Deep cuts in beet prices proposed for sugar reform
DEEP cuts in beet prices and an industry funded restructuring scheme form the basis of reform proposals for the sugar regime formally tabled by EU commissioners in Brussels today (Wednesday, June 22).
In line with previous leaks, the commission is seeking a 39% cut in the sugar price to €385/t (£258/t) and a 43% drop in the beet price to €25.5/t (£17/t).
These will impact over two years starting in 2006/07, with compensation to growers set at 60% of the price fall.
The reform has been made necessary by the impending flood of imports under the everything-but-arms agreement, and the recent WTO ruling that substantial parts of the EU’s subsidised exports were illegal.

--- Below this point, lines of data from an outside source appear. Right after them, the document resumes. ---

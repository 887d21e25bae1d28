"""Each upload is one run: its own id, its own private folder, its job on a worker thread.

A run reads the uploaded study list and writes what ``wallstress analyse`` writes for it, the HTML
report and, when patients have several studies, the follow-up workbook, by calling the same job
functions as the command line. The browser names a run by its random id and a download by a key
of the run's own list: no path from the browser ever reaches the file system. Every run folder
lives under one temporary root (mode 0700) that is removed when the server stops; a run's folder
is removed when the user deletes it or when it expires.
"""

from __future__ import annotations

import re
import secrets
import shutil
import sys
import tempfile
import threading
import time
import traceback
from concurrent.futures import ThreadPoolExecutor
from dataclasses import dataclass, field
from pathlib import Path

from wallstress.errors import UNEXPECTED, describe
from wallstress.jobs import analyse_file, default_output, report_file, track_file
from wallstress.options import Options
from wallstress.read.studies import STUDY_LIST_SUFFIXES
from wallstress.tracking.track import is_longitudinal, track

EXPIRE_SECONDS = 4 * 3600
MAX_RUNS = 50


@dataclass
class Run:
    """One upload and its job. ``state`` is ``waiting``, ``working``, ``done`` or ``failed``."""

    id: str
    folder: Path
    upload_name: str
    options: Options
    state: str = "waiting"
    step: str = "waiting for a free worker"
    message: str = ""
    summary: dict = field(default_factory=dict)
    downloads: dict[str, Path] = field(default_factory=dict)
    started: float = field(default_factory=time.time)
    touched: float = field(default_factory=time.time)


def safe_name(name: str) -> str:
    """The uploaded file's name, reduced to a plain file name (no folders, no odd characters) that
    keeps its extension; raises ValueError for a format the page does not take."""
    base = re.split(r"[\\/]", str(name or ""))[-1].strip()
    stem, dot, suffix = base.rpartition(".")
    suffix = f".{suffix.lower()}" if dot else ""
    if suffix not in STUDY_LIST_SUFFIXES:
        raise ValueError(
            f"{base or 'the file'}: not a study list this page reads; choose an .xlsx, .ods, .csv "
            "or .parquet file"
        )
    stem = re.sub(r"[^A-Za-z0-9_.-]+", "_", stem).strip("._")[:80] or "studies"
    return stem + suffix


class Runs:
    """The runs of one server: started, looked up by id, removed; files under one private root."""

    def __init__(self, root: Path | None = None, workers: int = 2):
        self.root = Path(tempfile.mkdtemp(prefix="wallstress-serve-", dir=root))
        self.root.chmod(0o700)
        self._runs: dict[str, Run] = {}
        self._lock = threading.Lock()
        self._pool = ThreadPoolExecutor(max_workers=workers, thread_name_prefix="wallstress-run")

    def start(self, upload_name: str, data: bytes, options: Options) -> Run:
        name = safe_name(upload_name)
        self._expire()
        run_id = secrets.token_urlsafe(16)
        folder = self.root / run_id
        (folder / "input").mkdir(parents=True, mode=0o700)
        (folder / "results").mkdir(mode=0o700)
        src = folder / "input" / name
        src.write_bytes(data)
        run = Run(run_id, folder, name, options)
        with self._lock:
            self._runs[run_id] = run
        self._pool.submit(self._work, run, src)
        return run

    def start_cohort(self, store: Path, options: Options) -> Run:
        """A run over the clinic's cohort store named when the server was started (read only;
        the browser names no path)."""
        self._expire()
        run_id = secrets.token_urlsafe(16)
        folder = self.root / run_id
        (folder / "results").mkdir(parents=True, mode=0o700)
        run = Run(run_id, folder, Path(store).name, options)
        with self._lock:
            self._runs[run_id] = run
        self._pool.submit(self._work_cohort, run, Path(store))
        return run

    def _work_cohort(self, run: Run, store: Path) -> None:
        from wallstress.follow_up import cohort_status, track_sources
        from wallstress.web.summary import summarise

        run.state = "working"
        try:
            run.step = "reading the store and following every patient"
            result = track_sources(
                [store], run.folder / "results" / f"{store.stem}.followup.xlsx", run.options
            )
            for path in result.written:
                run.downloads[path.name] = path
            run.step = "summarising"
            run.summary = summarise(result, result.tracking, run.options)
            run.summary["notes"] = result.notes
            status = cohort_status(store)
            run.summary["imports"] = [
                (
                    str(r.imported_utc),
                    str(r.file_name),
                    int(r.rows),
                    int(r.new_studies),
                    int(r.conflicts),
                )
                for r in status["imports"].itertuples(index=False)
            ]
            run.summary["open_proposals"] = len(status["proposals"])
            run.state = "done"
        except Exception as exc:
            self._failed(run, exc, folder=None)

    def _failed(self, run: Run, exc: Exception, folder: Path | None) -> None:
        message, code = describe(exc)
        if code == UNEXPECTED:
            traceback.print_exc(file=sys.stderr)
            message += "; the terminal that runs 'wallstress serve' shows the details"
        run.message = message.replace(str(folder) + "/", "") if folder else message
        run.state = "failed"

    def get(self, run_id: str) -> Run | None:
        with self._lock:
            run = self._runs.get(run_id)
        if run is not None:
            run.touched = time.time()
        return run

    def delete(self, run_id: str) -> bool:
        with self._lock:
            run = self._runs.pop(run_id, None)
        if run is None:
            return False
        shutil.rmtree(run.folder, ignore_errors=True)
        return True

    def close(self) -> None:
        """Stop taking work and remove every run's files (the server is stopping)."""
        self._pool.shutdown(wait=False, cancel_futures=True)
        with self._lock:
            self._runs.clear()
        shutil.rmtree(self.root, ignore_errors=True)

    def _expire(self) -> None:
        now = time.time()
        with self._lock:
            old = [r.id for r in self._runs.values() if now - r.touched > EXPIRE_SECONDS]
            finished = sorted(
                (r for r in self._runs.values() if r.state in ("done", "failed")),
                key=lambda r: r.touched,
            )
            extra = len(self._runs) - MAX_RUNS + 1
            old += [r.id for r in finished[: max(0, extra)]]
        for run_id in dict.fromkeys(old):
            self.delete(run_id)

    def _work(self, run: Run, src: Path) -> None:
        from wallstress.web.summary import summarise

        run.state = "working"
        out = run.folder / "results"
        try:
            run.step = "reading the study list and computing every measure"
            results = analyse_file(src, out / default_output(src).name, run.options)
            for path in results.written:
                run.downloads[path.name] = path
            run.step = "drawing the report"
            report = report_file(src, out / f"{src.stem}.report.html", run.options)
            run.downloads[report.name] = report
            followup = None
            if is_longitudinal(results.analysis.canonical):
                run.step = "following patients over time"
                followup = track(results.analysis, run.options)
                written = track_file(src, out / f"{src.stem}.followup.xlsx", run.options)
                for path in written.written:
                    run.downloads[path.name] = path
            run.step = "summarising"
            run.summary = summarise(results, followup, run.options)
            run.summary["notes"] = results.notes
            run.state = "done"
        except Exception as exc:  # the page shows one message; the server keeps running
            self._failed(run, exc, folder=run.folder / "input")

The commission has estimated that the price cuts will lead to EU sugar production falling from 20m tonnes to 12.4m tonnes by 2012.
There will be no compulsory quota cuts. But there will be an industry funded restructuring scheme to encourage the EU’s least efficient processors to quit.

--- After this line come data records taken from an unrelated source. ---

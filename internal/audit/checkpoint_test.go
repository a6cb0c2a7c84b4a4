package audit_test

import (
	"bytes"
	"context"
	"database/sql"
	"fmt"
	"testing"
	"time"

	"github.com/stretchr/testify/require"

	"filtrate/internal/audit"
	"filtrate/store"
)

// Someone with full access to the database file rewrites a record and
// recomputes every hash after it, so that the chain alone verifies again.
// A checkpoint kept outside the database still exposes it.
func TestCheckpointExposesARewrittenChain(t *testing.T) {
	f := newFixture(t)
	commitAll(t, f, nil, nil)
	cp, err := audit.TakeCheckpoint(context.Background(), f.st, time.Date(2026, 12, 1, 0, 0, 0, 0, time.UTC))
	require.NoError(t, err)
	require.EqualValues(t, fixtureRecords, cp.LastID)
	var buf bytes.Buffer
	require.NoError(t, audit.WriteCheckpoint(&buf, cp))
	cps, err := audit.ReadCheckpoints(&buf)
	require.NoError(t, err)
	require.Equal(t, []audit.Checkpoint{cp}, cps)

	// Rewrite: change a field recomputation does not cover, then rehash
	// every record and the chain head.
	f.tamper(t, `UPDATE audit_records SET patient_id = 'SOMEONE-ELSE' WHERE id = 2`)
	recs := allRecords(t, f.st)
	require.NoError(t, f.st.Close())
	db, err := sql.Open("sqlite", f.dsn)
	require.NoError(t, err)
	prev := store.GenesisHash
	for _, r := range recs {
		r.PrevHash = prev
		r.ContentHash = store.HashRecord(r)
		_, err := db.Exec(`UPDATE audit_records SET prev_hash = ?, content_hash = ? WHERE id = ?`, r.PrevHash, r.ContentHash, r.ID)
		require.NoError(t, err)
		prev = r.ContentHash
	}
	_, err = db.Exec(`UPDATE chain_head SET last_hash = ?`, prev)
	require.NoError(t, err)
	require.NoError(t, db.Close())
	f.open(t)

	rep, err := audit.Verify(context.Background(), f.st, audit.VerifyOptions{})
	require.NoError(t, err)
	require.True(t, rep.OK(), "the rewritten chain is internally consistent: %v", rep.Problems)

	rep, err = audit.Verify(context.Background(), f.st, audit.VerifyOptions{Checkpoints: cps})
	require.NoError(t, err)
	require.False(t, rep.OK())
	require.Equal(t, []audit.Problem{{Kind: audit.ProblemCheckpointMismatch, ID: cp.LastID, LastID: cp.LastID,
		Detail: "checkpoint taken 2026-12-01T00:00:00Z"}}, rep.Problems)
}

func TestCheckpointRecordMissingAndBadFile(t *testing.T) {
	f := newFixture(t)
	commitAll(t, f, nil, nil)
	cps := []audit.Checkpoint{{Kind: audit.CheckpointKind, LastID: fixtureRecords + 5, LastHash: store.GenesisHash}}
	probs, err := audit.CheckCheckpoints(context.Background(), f.st, cps)
	require.NoError(t, err)
	require.Len(t, probs, 1)
	require.Equal(t, audit.ProblemCheckpointMissing, probs[0].Kind)

	_, err = audit.ReadCheckpoints(bytes.NewBufferString("{\"kind\":\"other\"}\n"))
	require.ErrorContains(t, err, "line 1")
	_, err = audit.ReadCheckpoints(bytes.NewBufferString("\nnot json\n"))
	require.ErrorContains(t, err, fmt.Sprintf("line %d", 2))
}
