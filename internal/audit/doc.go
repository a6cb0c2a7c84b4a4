// Package audit is the auditor's view of filtrate's audit trail: it
// verifies the hash chain and recomputes every record ([Verify]), recomputes
// one record ([Recomputer.Recompute]), renders a record as a person reads it
// ([Render]) and exports records as CSV or as FHIR R4 Provenance and
// AuditEvent resources ([NewCSVWriter], [NewFHIRWriter], [Export]).
//
// The commands "filtrate audit search|show|verify|export" are thin wrappers
// around this package.
//
// # Patient data
//
// [Render] is the one function that displays patient data (identifier, date
// of birth, sex, values). Everything else keeps it out of logs and error
// strings: verification findings ([Problem], [Verdict.Summary]) name record
// IDs, field names and numeric differences, never received values. The
// search and CSV outputs carry the patient identifier (the key an auditor
// searches by) but not the date of birth or sex; the FHIR export carries no
// patient data at all (see [NewFHIRWriter]).
//
// # Recomputation
//
// A record is recomputed from the calculation request stored in it, with
// the equation version the record names pinned, by the same pure function
// (calc.Calculator.Evaluate) that produced it. The unrounded value is
// compared bit for bit: see [Recomputer.Recompute] for why exact equality is
// the right test and what a difference means.
package audit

This will pay some €730/t (£489/t) in the first year to encourage factories to close and to surrender their quota.
By year four the rate will have dropped to €420/t (£281/t).

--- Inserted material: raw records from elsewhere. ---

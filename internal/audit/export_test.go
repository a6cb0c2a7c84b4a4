package audit_test

import (
	"bytes"
	"context"
	"encoding/csv"
	"encoding/json"
	"math"
	"strconv"
	"strings"
	"testing"
	"time"

	"github.com/google/fhir/go/fhirversion"
	"github.com/google/fhir/go/jsonformat"
	"github.com/stretchr/testify/require"

	"filtrate/internal/audit"
	"filtrate/store"
)

func TestRenderShowsTheWholeRecord(t *testing.T) {
	f := newFixture(t)
	ids := commitAll(t, f, nil, nil)
	ctx := context.Background()

	tests := []struct {
		name string
		id   int64
		want []string
	}{
		{
			name: "result",
			id:   ids[0][0],
			want: []string{
				"Audit record 1", patientA, birthA, "MSG-A", "OUT-MSG-A", "hl7v2",
				`creatinine [OBX2]: "0.92" mg/dL → 0.92 mg/dL`,
				"ckd-epi-2021-cr version 1 (CKD-EPI 2021 creatinine)",
				// Step names of calc/ckdepi2021cr.go.
				"Scr/κ", "0.9938^age", "eGFR",
				"nkf-asn-2021 version 1", configHash, softwareV,
				"age used", "54 years",
				"Recompute: match: ckd-epi-2021-cr version 1 gives the identical value",
			},
		},
		{
			name: "refusal",
			id:   ids[0][1],
			want: []string{"no value computed", "value-censored: ", `cystatin_c [OBX3]: "<0.3" mg/L → not used`, "Recompute: match: the refusal recurs"},
		},
		{
			name: "withdrawal",
			id:   ids[0][2],
			want: []string{"input-withdrawn: ", "Recompute: not-applicable"},
		},
		{
			name: "calibrated input",
			id:   ids[3][0],
			want: []string{"calibration rule CAL-CREA-ENZ version 2, traceable: yes", "assay: method ENZ, instrument AN-1", "calibration CAL-CREA-ENZ v2 = "},
		},
	}
	for _, tc := range tests {
		t.Run(tc.name, func(t *testing.T) {
			rec, err := f.st.Record(ctx, tc.id)
			require.NoError(t, err)
			v, _ := audit.Recompute(rec)
			var buf bytes.Buffer
			require.NoError(t, audit.Render(&buf, rec, v))
			out := buf.String()
			for _, w := range tc.want {
				require.Contains(t, out, w)
			}
			require.Contains(t, out, rec.ContentHash)
			require.Contains(t, out, rec.PrevHash)
			if rec.Exact != nil {
				require.Contains(t, out, strconv.FormatFloat(*rec.Exact, 'g', -1, 64))
			}
		})
	}
}

func TestRenderShowsTheMismatchedValues(t *testing.T) {
	f := newFixture(t)
	ids := commitAll(t, f, nil, nil)
	rec, err := f.st.Record(context.Background(), ids[0][0])
	require.NoError(t, err)
	rec.Reported = "99"
	v, err := audit.Recompute(rec)
	require.NoError(t, err)
	var buf bytes.Buffer
	require.NoError(t, audit.Render(&buf, rec, v))
	require.Contains(t, buf.String(), `Recompute: mismatch: reported stored "99", recomputed "`)
	// The value-free summary names the field only.
	require.Equal(t, "mismatch: reported differs", v.Summary())
}

func TestEach(t *testing.T) {
	f := newFixture(t)
	commitAll(t, f, nil, nil)
	tests := []struct {
		name   string
		filter store.Filter
		want   []int64
	}{
		{"all, newest first", store.Filter{}, []int64{9, 8, 7, 6, 5, 4, 3, 2, 1}},
		{"limit", store.Filter{Limit: 2}, []int64{9, 8}},
		{"patient", store.Filter{PatientID: patientB}, []int64{6, 5, 4}},
		{"message", store.Filter{MessageID: "MSG-A"}, []int64{3, 2, 1}},
		{"equation", store.Filter{Equation: "ckd-epi-2012-cys"}, []int64{5}},
		// Messages were recorded a minute apart from 08:00.
		{"time range", store.Filter{Since: time.Date(2026, 11, 30, 8, 1, 0, 0, time.UTC), Until: time.Date(2026, 11, 30, 8, 2, 0, 0, time.UTC)}, []int64{6, 5, 4}},
	}
	for _, tc := range tests {
		t.Run(tc.name, func(t *testing.T) {
			var got []int64
			require.NoError(t, audit.Each(context.Background(), f.st, tc.filter, func(r store.AuditRecord) error {
				got = append(got, r.ID)
				return nil
			}))
			require.Equal(t, tc.want, got)
		})
	}
}

func TestExportCSV(t *testing.T) {
	f := newFixture(t)
	commitAll(t, f, nil, nil)
	var buf bytes.Buffer
	n, err := audit.ExportCSV(context.Background(), &buf, f.st, store.Filter{})
	require.NoError(t, err)
	require.Equal(t, int64(fixtureRecords), n)

	rows, err := csv.NewReader(&buf).ReadAll()
	require.NoError(t, err)
	require.Len(t, rows, fixtureRecords+1)
	require.Equal(t, audit.CSVColumns(), rows[0])
	col := map[string]int{}
	for i, c := range rows[0] {
		col[c] = i
	}
	recs := allRecords(t, f.st)
	for _, row := range rows[1:] {
		id, err := strconv.ParseInt(row[col["id"]], 10, 64)
		require.NoError(t, err)
		rec := recs[id-1]
		require.Equal(t, rec.PatientID, row[col["patient_id"]])
		require.Equal(t, rec.SuppressionCode, row[col["suppression_code"]])
		require.Equal(t, rec.ContentHash, row[col["content_hash"]])
		if rec.Exact == nil {
			require.Empty(t, row[col["exact"]])
			continue
		}
		// The unrounded value survives the export bit for bit.
		x, err := strconv.ParseFloat(row[col["exact"]], 64)
		require.NoError(t, err)
		require.Equal(t, math.Float64bits(*rec.Exact), math.Float64bits(x))
		// Every equation ends with its "eGFR" step (calc).
		require.Contains(t, row[col["steps"]], "eGFR=")
	}
	// No date of birth in the export.
	for _, b := range []string{birthA, birthB, birthC, birthD} {
		require.NotContains(t, buf.String(), b)
	}
}

func TestCSVNeutralisesFormulas(t *testing.T) {
	var buf bytes.Buffer
	w := audit.NewCSVWriter(&buf)
	require.NoError(t, w.Write(store.AuditRecord{ID: 1, MessageID: "=HYPERLINK(\"x\")", PatientID: "+1", OutputMessageID: "@a"}))
	require.NoError(t, w.Close())
	rows, err := csv.NewReader(&buf).ReadAll()
	require.NoError(t, err)
	require.Equal(t, `'=HYPERLINK("x")`, rows[1][3])
	require.Equal(t, "'+1", rows[1][5])
}

func TestExportCSVEmptyHasHeader(t *testing.T) {
	f := newFixture(t)
	var buf bytes.Buffer
	n, err := audit.ExportCSV(context.Background(), &buf, f.st, store.Filter{})
	require.NoError(t, err)
	require.Zero(t, n)
	require.Equal(t, strings.Join(audit.CSVColumns(), ",")+"\n", buf.String())
}

func TestSearchWriter(t *testing.T) {
	f := newFixture(t)
	commitAll(t, f, nil, nil)
	ctx := context.Background()

	var text bytes.Buffer
	_, err := audit.Export(ctx, f.st, store.Filter{MessageID: "MSG-A"}, audit.NewSearchWriter(&text, false))
	require.NoError(t, err)
	lines := strings.Split(strings.TrimSpace(text.String()), "\n")
	require.Len(t, lines, 4)
	require.Contains(t, lines[0], "PATIENT")
	require.Regexp(t, `^3\s+2026-11-30T08:00:00Z\s+MSG-A\s+`+patientA+`\s+-\s+-\s+-\s+input-withdrawn$`, lines[1])
	require.Regexp(t, `^1\s+2026-11-30T08:00:00Z\s+MSG-A\s+`+patientA+`\s+ckd-epi-2021-cr\s+\d+ mL/min/\{1.73_m2\}\s+G\d\s+-$`, lines[3])

	var js bytes.Buffer
	_, err = audit.Export(ctx, f.st, store.Filter{MessageID: "MSG-A"}, audit.NewSearchWriter(&js, true))
	require.NoError(t, err)
	var got []map[string]any
	dec := json.NewDecoder(&js)
	for dec.More() {
		var m map[string]any
		require.NoError(t, dec.Decode(&m))
		got = append(got, m)
	}
	require.Len(t, got, 3)
	for _, k := range []string{"id", "message_id", "patient_id", "recorded_at", "equation", "equation_version", "reported", "unit", "category", "suppressed"} {
		require.Contains(t, got[2], k)
	}
	require.Equal(t, "input-withdrawn", got[0]["suppressed"])
	require.Equal(t, "", got[2]["suppressed"])
	require.Equal(t, "ckd-epi-2021-cr", got[2]["equation"])
	require.Equal(t, "1", got[2]["equation_version"])
}

func TestExportFHIRValidates(t *testing.T) {
	f := newFixture(t)
	commitAll(t, f, nil, nil)
	var buf bytes.Buffer
	now := func() time.Time { return time.Date(2026, 12, 1, 9, 0, 0, 0, time.UTC) }
	n, err := audit.ExportFHIR(context.Background(), &buf, f.st, store.Filter{}, audit.FHIROptions{Now: now})
	require.NoError(t, err)
	require.Equal(t, int64(fixtureRecords), n)

	// google/fhir/go's validating unmarshaller checks cardinality, required
	// elements, primitive formats and references against FHIR R4.
	u, err := jsonformat.NewUnmarshaller("UTC", fhirversion.R4)
	require.NoError(t, err)
	_, err = u.Unmarshal(buf.Bytes())
	require.NoError(t, err, "the Bundle")

	var bundle struct {
		ResourceType string `json:"resourceType"`
		Type         string `json:"type"`
		Timestamp    string `json:"timestamp"`
		Entry        []struct {
			Resource json.RawMessage `json:"resource"`
		} `json:"entry"`
	}
	require.NoError(t, json.Unmarshal(buf.Bytes(), &bundle))
	require.Equal(t, "Bundle", bundle.ResourceType)
	require.Equal(t, "collection", bundle.Type)
	require.Equal(t, "2026-12-01T09:00:00Z", bundle.Timestamp)
	require.Len(t, bundle.Entry, 2*fixtureRecords)
	kinds := map[string]int{}
	for i, e := range bundle.Entry {
		_, err := u.Unmarshal(e.Resource)
		require.NoError(t, err, "entry %d", i)
		var r struct {
			ResourceType string `json:"resourceType"`
		}
		require.NoError(t, json.Unmarshal(e.Resource, &r))
		kinds[r.ResourceType]++
	}
	require.Equal(t, map[string]int{"Provenance": fixtureRecords, "AuditEvent": fixtureRecords}, kinds)

	out := buf.String()
	require.Contains(t, out, `"code":"ckd-epi-2021-cr"`)
	require.Contains(t, out, `"NULLIFY"`)
	require.Contains(t, out, `"outcome":"4"`)
	require.Contains(t, out, configHash)
	for _, secret := range []string{patientA, birthA, patientB, birthB, patientC, birthC, patientD, birthD} {
		require.NotContains(t, out, secret)
	}
}

func TestExportFHIREmptyBundleValidates(t *testing.T) {
	var buf bytes.Buffer
	w := audit.NewFHIRWriter(&buf, audit.FHIROptions{})
	require.NoError(t, w.Close())
	u, err := jsonformat.NewUnmarshaller("UTC", fhirversion.R4)
	require.NoError(t, err)
	_, err = u.Unmarshal(buf.Bytes())
	require.NoError(t, err)
}

func TestParseTime(t *testing.T) {
	ams, err := time.LoadLocation("Europe/Amsterdam")
	require.NoError(t, err)
	tests := []struct {
		in       string
		loc      *time.Location
		endOfDay bool
		want     time.Time
		wantErr  bool
	}{
		{in: "2026-11-30T07:10:00Z", want: time.Date(2026, 11, 30, 7, 10, 0, 0, time.UTC)},
		{in: "2026-11-30T08:10:00.5+01:00", want: time.Date(2026, 11, 30, 7, 10, 0, 500000000, time.UTC)},
		{in: "2026-11-30", want: time.Date(2026, 11, 30, 0, 0, 0, 0, time.UTC)},
		{in: "2026-11-30", endOfDay: true, want: time.Date(2026, 12, 1, 0, 0, 0, 0, time.UTC)},
		// Amsterdam is UTC+1 in winter (IANA tz database).
		{in: "2026-11-30", loc: ams, want: time.Date(2026, 11, 29, 23, 0, 0, 0, time.UTC)},
		{in: "30/11/2026", wantErr: true},
		{in: "", wantErr: true},
	}
	for _, tc := range tests {
		got, err := audit.ParseTime(tc.in, tc.loc, tc.endOfDay)
		if tc.wantErr {
			require.Error(t, err, tc.in)
			continue
		}
		require.NoError(t, err, tc.in)
		require.True(t, tc.want.Equal(got), "%s: got %v", tc.in, got)
	}
}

The scheme will be funded by a levy on quota holders, decreasing over three years.
A and B quota will be merged, while the cross border movement of quota has been abandoned in the final proposal.
But the commission is offering up to 1m tonnes of C quota for member states to purchase at the same €730/t (£489/t) as applies to restructuring.
Around 8% of this will be available to the UK.
The EU produced around 3m tonnes of C quota last year, so the 1m tonnes now available will still contribute to a net reduction in output.
Sugar beet is also being counted as a non-food crop for set-aside land and will be eligible for a €45/t (£30/t) energy premium.
Growers have reacted with deep concern to the announcement.
Lincolnshire grower Mark Ireland predicted that 75% of UK growers could be forced out of production unless the price cuts were reduced.
And Andrew Symonds from Worcestershire said that, if the compensation is included in the single farm payment, the sums available to growers would be grossly diluted.